━━━ THE DATA ━━━

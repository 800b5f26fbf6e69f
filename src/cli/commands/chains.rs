//! `hubwatch chains forward|backward`: tracing along dated exposures, as text or JSON, and
//! optionally the list through the one writer.

use crate::analysis::chains::{self, People, Windows};
use crate::analysis::priority::PriorityConfig;
use crate::cli::args::ChainDirection;
use crate::cli::{emit, to_json};
use crate::error::Result;
use crate::export as ex;
use crate::report::chains as rep;
use crate::report::tables::Ids;

/// Run one direction.
pub fn run(direction: &ChainDirection) -> Result<()> {
    let (common, req) = match direction {
        ChainDirection::Forward(f) => (&f.common, f.common.request(f.generations, None)),
        ChainDirection::Backward(b) => (&b.common, b.common.request(None, b.days)),
    };
    let config = PriorityConfig::load(common.priority_config.as_deref())?;
    let w = Windows::settle(&config, &req)?;
    // A wrong --out is said before the load.
    common.output.checked_format()?;
    let key = match common.pseudonymise {
        true => Some(ex::pseudonym_key(common.key_file.as_deref())?),
        false => None,
    };
    let t = std::time::Instant::now();
    let lap = |what: &str| crate::report::stage_lap("chains", what, t);
    let d = common.load.load()?;
    lap("loaded");
    let people = People::of(&d);
    lap("people read");
    let gain = chains::gain(&d, &people, &w, d.graph.degrees());
    lap("gain measured");
    let shown = Ids {
        d: &d,
        key: None,
        direct_identifiers: &[],
    };
    let written = Ids {
        d: &d,
        key: key.as_deref(),
        direct_identifiers: &config.export.direct_identifiers,
    };
    let (text, table, name) = match direction {
        ChainDirection::Forward(f) => {
            let nodes = match f.from_cases {
                true => people.cases(),
                false => chains::nodes_of(&d, &f.from_person)?,
            };
            let fw = chains::forward(&d, &people, &w, &nodes);
            lap("forward done");
            let text = match common.output.json {
                true => to_json(&rep::forward_json(&shown, &fw, &w, &gain))?,
                false => rep::forward_text(&shown, &fw, &w, &gain, common.top),
            };
            let table = common
                .output
                .out
                .is_some()
                .then(|| rep::forward_table(&written, &fw));
            (text, table, "forward")
        }
        ChainDirection::Backward(b) => {
            let nodes = match b.to_cases {
                true => people.cases(),
                false => chains::nodes_of(&d, &b.to_person)?,
            };
            let bw = chains::backward(&d, &people, &w, &nodes);
            lap("backward done");
            let text = match common.output.json {
                true => to_json(&rep::backward_json(&shown, &bw, &w, &gain))?,
                false => rep::backward_text(&shown, &bw, &w, &gain, common.top),
            };
            let table = common
                .output
                .out
                .is_some()
                .then(|| rep::backward_table(&written, &bw));
            (text, table, "backward")
        }
    };
    lap("reported");
    if let Some(table) = table {
        let mut meta = rep::meta(&d, name, &w);
        if key.is_some() {
            meta = meta.with(
                "pseudonymised",
                "person IDs replaced by HMAC-SHA256 under a key that is not stored",
            );
        }
        common.output.write(&table, &meta.inputs(&d)?.finish())?;
    }
    emit(&text)
}
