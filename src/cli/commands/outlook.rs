//! `hubwatch outlook`: threshold, expected outbreak size and reach-out curves; curve files
//! through the one writer.

use crate::analysis::planning::{PlanOptions, Strategy, MODEL_CAUTION};
use crate::cli::args::OutlookArgs;
use crate::cli::commands::priority::ranking_parts;
use crate::cli::{emit, to_json};
use crate::error::{Error, Result};
use crate::export;
use crate::report::{meta::Meta, outlook, Report};

/// Compute and print the outlook; write the curve files asked for.
pub fn run(o: &OutlookArgs) -> Result<()> {
    if let Some(t) = o.transmissibility {
        if !(0.0..=1.0).contains(&t) {
            return Err(Error::Usage(format!(
                "--transmissibility {t}: T is a probability, give a value from 0 to 1"
            )));
        }
    }
    // Refuse existing files before any work.
    for p in [&o.curves_out, &o.t_curve_out].into_iter().flatten() {
        export::format_for(p, o.format)?;
        if p.exists() && !o.force {
            return Err(Error::Usage(format!(
                "{} exists; add --force to replace it",
                p.display()
            )));
        }
    }
    let d = o.load.load()?;
    let strategies = if o.strategy.is_empty() {
        Strategy::ALL.to_vec()
    } else {
        o.strategy.clone()
    };
    let mut parts = ranking_parts(&o.load, &o.rank, o.workspace.as_deref())?;
    if !strategies.contains(&Strategy::Priority) {
        parts.rank = None;
    }
    parts.plan = Some(PlanOptions {
        transmissibility: o.transmissibility,
        strategies,
        max_reach: o.max_reach,
        repeats: o.repeats,
        seed: o.seed,
        ..Default::default()
    });
    let r = Report::build(d, parts)?;
    let plan = r.plan.as_ref().expect("outlook asked for");
    let meta = Meta::new(&r.d, "outlook")
        .with("model_caution", MODEL_CAUTION)
        .with("assumption", crate::report::outlook::assumption(plan))
        .finish();
    let mut written = String::new();
    if let Some(p) = &o.curves_out {
        let f = export::format_for(p, o.format)?;
        export::write(&outlook::reach_table(plan), &meta, f, p, o.force)?;
        written.push_str(&format!("wrote the reach curves to {}\n", p.display()));
    }
    if let Some(p) = &o.t_curve_out {
        let f = export::format_for(p, o.format)?;
        export::write(&outlook::t_table(plan), &meta, f, p, o.force)?;
        written.push_str(&format!("wrote the curve over T to {}\n", p.display()));
    }
    if o.json {
        emit(&to_json(&outlook::json(plan, &r.d.ids))?)?;
        if !written.is_empty() {
            eprint!("{written}");
        }
        Ok(())
    } else {
        emit(&format!("{}{written}", outlook::text(plan, &r.d.ids)))
    }
}
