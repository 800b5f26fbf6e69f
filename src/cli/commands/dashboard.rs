//! `hubwatch dashboard` (and `hubwatch [PATH...]` on a terminal): hands the loading options,
//! the ranking request and the workspace path to the terminal dashboard.

use std::path::PathBuf;

use crate::cli::{LoadArgs, PriorityArgs};
use crate::error::Result;
use crate::tui::{self, Start};

/// The dashboard's start from the command line.
pub fn start(load: &LoadArgs, rank: &PriorityArgs, workspace: Option<PathBuf>) -> Result<Start> {
    Ok(Start {
        inputs: load.inputs(),
        config: load.config()?,
        load: load.options(true)?,
        rank: rank.request(),
        workspace: load.workspace(workspace.as_deref()),
    })
}

/// Open the dashboard.
pub fn run(load: &LoadArgs, rank: &PriorityArgs, workspace: Option<PathBuf>) -> Result<()> {
    tui::run(start(load, rank, workspace)?)
}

━━━

DIRECTIONS >> Among the lines of the data above, find those with the word "inputs" and show them.

EXERCISE SOLUTION >>
        common.output.write(&table, &meta.inputs(&d)?.finish())?;
        inputs: load.inputs(),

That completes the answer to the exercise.